"""What a swept cycle measures besides its peaks: the transmission angle of each
group that has one, the output's limit positions, travel and time ratio, and
which samples lie clear of a rocking driver's dead points (shared by the peaks
table and the window's cycle plot, so both leave out the same samples)."""

from __future__ import annotations

import numpy as np

from ..groups.decompose import decompose
from ..model.mechanism import GROUND, Mechanism
from .sweep import Sweep

# Speeds grow without bound towards a dead point of the driver: a rocking driver's peaks and plot
# scale leave out this share of its swept samples at each end.
DEAD_POINT_SHARE = 0.03


def dead_point_trim(count: int, full_turn: bool) -> int:
    """How many of a sweep's ``count`` samples at each end lie too near a dead point of the driver:
    none for a full turn or a sweep too short to trim, else DEAD_POINT_SHARE of them, at least one.

    >>> [dead_point_trim(n, False) for n in (2, 3, 100, 360)]
    [0, 1, 3, 11]
    """
    end = max(1, round(DEAD_POINT_SHARE * count))
    return 0 if full_turn or count <= 2 * end else end


def clear_of_dead_points(result: Sweep) -> np.ndarray:
    """(N,) True for the samples :func:`dead_point_trim` keeps."""
    clear = np.ones(len(result.driver_angle_deg), bool)
    end = dead_point_trim(len(clear), result.full_turn)
    if end:
        clear[:end] = clear[-end:] = False
    return clear


def transmission_angles(mech: Mechanism, result: Sweep) -> dict:
    """Label -> (N,) transmission angle in degrees (0–180°), for each group that has one (RRR: at B)."""
    angles = {}
    for group in decompose(mech).groups:
        angles.update(group.transmission_angles(result))
    return angles


def output_coordinate(mech: Mechanism, result: Sweep):
    """(name, values (N,), unit, rate (N,), rate of rate (N,)) of the output's motion along the cycle:
    a link's angle (°) with its ω (rad/s) and α (rad/s²), or a point's travel (mm) along its guide (or
    its path's principal direction) with its velocity (m/s) and acceleration (m/s²) along it."""
    out = mech.output
    if out is None:
        return None
    if "link" in out:
        link = out["link"]
        angle = np.degrees(np.unwrap(np.radians(result.link_angle_deg[link])))
        return f"link {link}", angle, "°", result.angular_velocity[link], result.angular_acceleration[link]
    point = out["point"]
    i = result.point_names.index(point)
    path = result.positions[:, i]
    slide = next((s for s in mech.slides.values() if s.point == point and s.guide == GROUND), None)
    if slide is not None:
        e, f = (np.array(mech.position_m(p)) for p in slide.line)
        u = (f - e) / np.linalg.norm(f - e)
    else:  # the path's principal direction
        centred = path - path.mean(axis=0)
        u = np.linalg.svd(centred, full_matrices=False)[2][0]
    return f"point {point}", (path @ u) * 1000.0, "mm", result.velocities[:, i] @ u, result.accelerations[:, i] @ u


def rate_zeros(angles_deg: np.ndarray, rate: np.ndarray, full_turn: bool) -> tuple:
    """Where a swept rate passes through zero: (indices of the sample at or before each zero, its
    driver angle in degrees by linear interpolation between the two swept poses either side).

    A sample exactly at zero is one zero (at its own angle), not two crossings; a full turn runs on
    from its last sample to its first.

    >>> rate_zeros(np.array([0.0, 90.0, 180.0, 270.0]), np.array([1.0, -1.0, 0.0, 1.0]), True)
    ([0, 2], [45.0, 180.0])
    """
    rate = np.asarray(rate, float)
    following = np.roll(rate, -1)
    crossing = rate * following < 0.0
    if not full_turn:
        crossing[-1] = False
    zero = rate == 0.0
    before = np.roll(zero, 1)
    if not full_turn:
        before[0] = False
    at_zero = zero & ~before  # a run of exact zeros is one zero, at its start
    last_step = angles_deg[1] - angles_deg[0] if len(angles_deg) > 1 else 0.0
    step = np.diff(angles_deg, append=angles_deg[0] + last_step * len(angles_deg))
    indices = [int(i) for i in np.flatnonzero(crossing | at_zero)]
    return indices, [float(angles_deg[i]) if at_zero[i] else
                     float(angles_deg[i] + step[i] * rate[i] / (rate[i] - following[i])) for i in indices]


def output_motion(mech: Mechanism, result: Sweep) -> dict | None:
    """Limit positions, swing or stroke, and time ratio of the output named in the file."""
    found = output_coordinate(mech, result)
    if found is None:
        return None
    name, values, unit, rate, _ = found
    angles = result.driver_angle_deg
    turn, limits = rate_zeros(angles, rate, result.full_turn)
    hi, lo = int(np.argmax(values)), int(np.argmin(values))
    motion = {"output": name, "unit": unit, "travel": float(values[hi] - values[lo]),
              "limit_positions_deg": [float(angles[lo]), float(angles[hi])],
              "rate_reversals_deg": limits}
    if result.full_turn and len(turn) == 2:
        between = abs(limits[1] - limits[0])
        rising = values[turn[1]] > values[turn[0]]
        out_stroke = between if rising else 360.0 - between  # driver turn from lowest to highest
        back = 360.0 - out_stroke
        slow, fast = (("forward (towards the highest)", out_stroke), ("return", back)) if out_stroke >= back \
            else (("return", back), ("forward (towards the highest)", out_stroke))
        motion.update(time_ratio=max(out_stroke, back) / min(out_stroke, back),
                      slow_stroke=slow[0], slow_stroke_driver_deg=slow[1], fast_stroke_driver_deg=fast[1])
    return motion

========

### Work order
Retype the records above so that nothing differs from the original.

### Response area
"""What a swept cycle measures besides its peaks: the transmission angle of each
group that has one, the output's limit positions, travel and time ratio, and
which samples lie clear of a rocking driver's dead points (shared by the peaks
table and the window's cycle plot, so both leave out the same samples)."""

from __future__ import annotations

import numpy as np

from ..groups.decompose import decompose
from ..model.mechanism import GROUND, Mechanism
from .sweep import Sweep

# Speeds grow without bound towards a dead point of the driver: a rocking driver's peaks and plot
# scale leave out this share of its swept samples at each end.
DEAD_POINT_SHARE = 0.03


def dead_point_trim(count: int, full_turn: bool) -> int:
    """How many of a sweep's ``count`` samples at each end lie too near a dead point of the driver:
    none for a full turn or a sweep too short to trim, else DEAD_POINT_SHARE of them, at least one.

    >>> [dead_point_trim(n, False) for n in (2, 3, 100, 360)]
    [0, 1, 3, 11]
    """
    end = max(1, round(DEAD_POINT_SHARE * count))
    return 0 if full_turn or count <= 2 * end else end


def clear_of_dead_points(result: Sweep) -> np.ndarray:
    """(N,) True for the samples :func:`dead_point_trim` keeps."""
    clear = np.ones(len(result.driver_angle_deg), bool)
    end = dead_point_trim(len(clear), result.full_turn)
    if end:
        clear[:end] = clear[-end:] = False
    return clear


def transmission_angles(mech: Mechanism, result: Sweep) -> dict:
    """Label -> (N,) transmission angle in degrees (0–180°), for each group that has one (RRR: at B)."""
    angles = {}
    for group in decompose(mech).groups:
        angles.update(group.transmission_angles(result))
    return angles


def output_coordinate(mech: Mechanism, result: Sweep):
    """(name, values (N,), unit, rate (N,), rate of rate (N,)) of the output's motion along the cycle:
    a link's angle (°) with its ω (rad/s) and α (rad/s²), or a point's travel (mm) along its guide (or
    its path's principal direction) with its velocity (m/s) and acceleration (m/s²) along it."""
    out = mech.output
    if out is None:
        return None
    if "link" in out:
        link = out["link"]
        angle = np.degrees(np.unwrap(np.radians(result.link_angle_deg[link])))
        return f"link {link}", angle, "°", result.angular_velocity[link], result.angular_acceleration[link]
    point = out["point"]
    i = result.point_names.index(point)
    path = result.positions[:, i]
    slide = next((s for s in mech.slides.values() if s.point == point and s.guide == GROUND), None)
    if slide is not None:
        e, f = (np.array(mech.position_m(p)) for p in slide.line)
        u = (f - e) / np.linalg.norm(f - e)
    else:  # the path's principal direction
        centred = path - path.mean(axis=0)
        u = np.linalg.svd(centred, full_matrices=False)[2][0]
    return f"point {point}", (path @ u) * 1000.0, "mm", result.velocities[:, i] @ u, result.accelerations[:, i] @ u


def rate_zeros(angles_deg: np.ndarray, rate: np.ndarray, full_turn: bool) -> tuple:
    """Where a swept rate passes through zero: (indices of the sample at or before each zero, its
    driver angle in degrees by linear interpolation between the two swept poses either side).

    A sample exactly at zero is one zero (at its own angle), not two crossings; a full turn runs on
    from its last sample to its first.

    >>> rate_zeros(np.array([0.0, 90.0, 180.0, 270.0]), np.array([1.0, -1.0, 0.0, 1.0]), True)
    ([0, 2], [45.0, 180.0])
    """
    rate = np.asarray(rate, float)
    following = np.roll(rate, -1)
    crossing = rate * following < 0.0
    if not full_turn:
        crossing[-1] = False
    zero = rate == 0.0
    before = np.roll(zero, 1)
    if not full_turn:
        before[0] = False
    at_zero = zero & ~before  # a run of exact zeros is one zero, at its start
    last_step = angles_deg[1] - angles_deg[0] if len(angles_deg) > 1 else 0.0
    step = np.diff(angles_deg, append=angles_deg[0] + last_step * len(angles_deg))
    indices = [int(i) for i in np.flatnonzero(crossing | at_zero)]
    return indices, [float(angles_deg[i]) if at_zero[i] else
                     float(angles_deg[i] + step[i] * rate[i] / (rate[i] - following[i])) for i in indices]


def output_motion(mech: Mechanism, result: Sweep) -> dict | None:
    """Limit positions, swing or stroke, and time ratio of the output named in the file."""
    found = output_coordinate(mech, result)
    if found is None:
        return None
    name, values, unit, rate, _ = found
    angles = result.driver_angle_deg
    turn, limits = rate_zeros(angles, rate, result.full_turn)
    hi, lo = int(np.argmax(values)), int(np.argmin(values))
    motion = {"output": name, "unit": unit, "travel": float(values[hi] - values[lo]),
              "limit_positions_deg": [float(angles[lo]), float(angles[hi])],
              "rate_reversals_deg": limits}
    if result.full_turn and len(turn) == 2:
        between = abs(limits[1] - limits[0])
        rising = values[turn[1]] > values[turn[0]]
        out_stroke = between if rising else 360.0 - between  # driver turn from lowest to highest
        back = 360.0 - out_stroke
        slow, fast = (("forward (towards the highest)", out_stroke), ("return", back)) if out_stroke >= back \
            else (("return", back), ("forward (towards the highest)", out_stroke))
        motion.update(time_ratio=max(out_stroke, back) / min(out_stroke, back),
                      slow_stroke=slow[0], slow_stroke_driver_deg=slow[1], fast_stroke_driver_deg=fast[1])
    return motion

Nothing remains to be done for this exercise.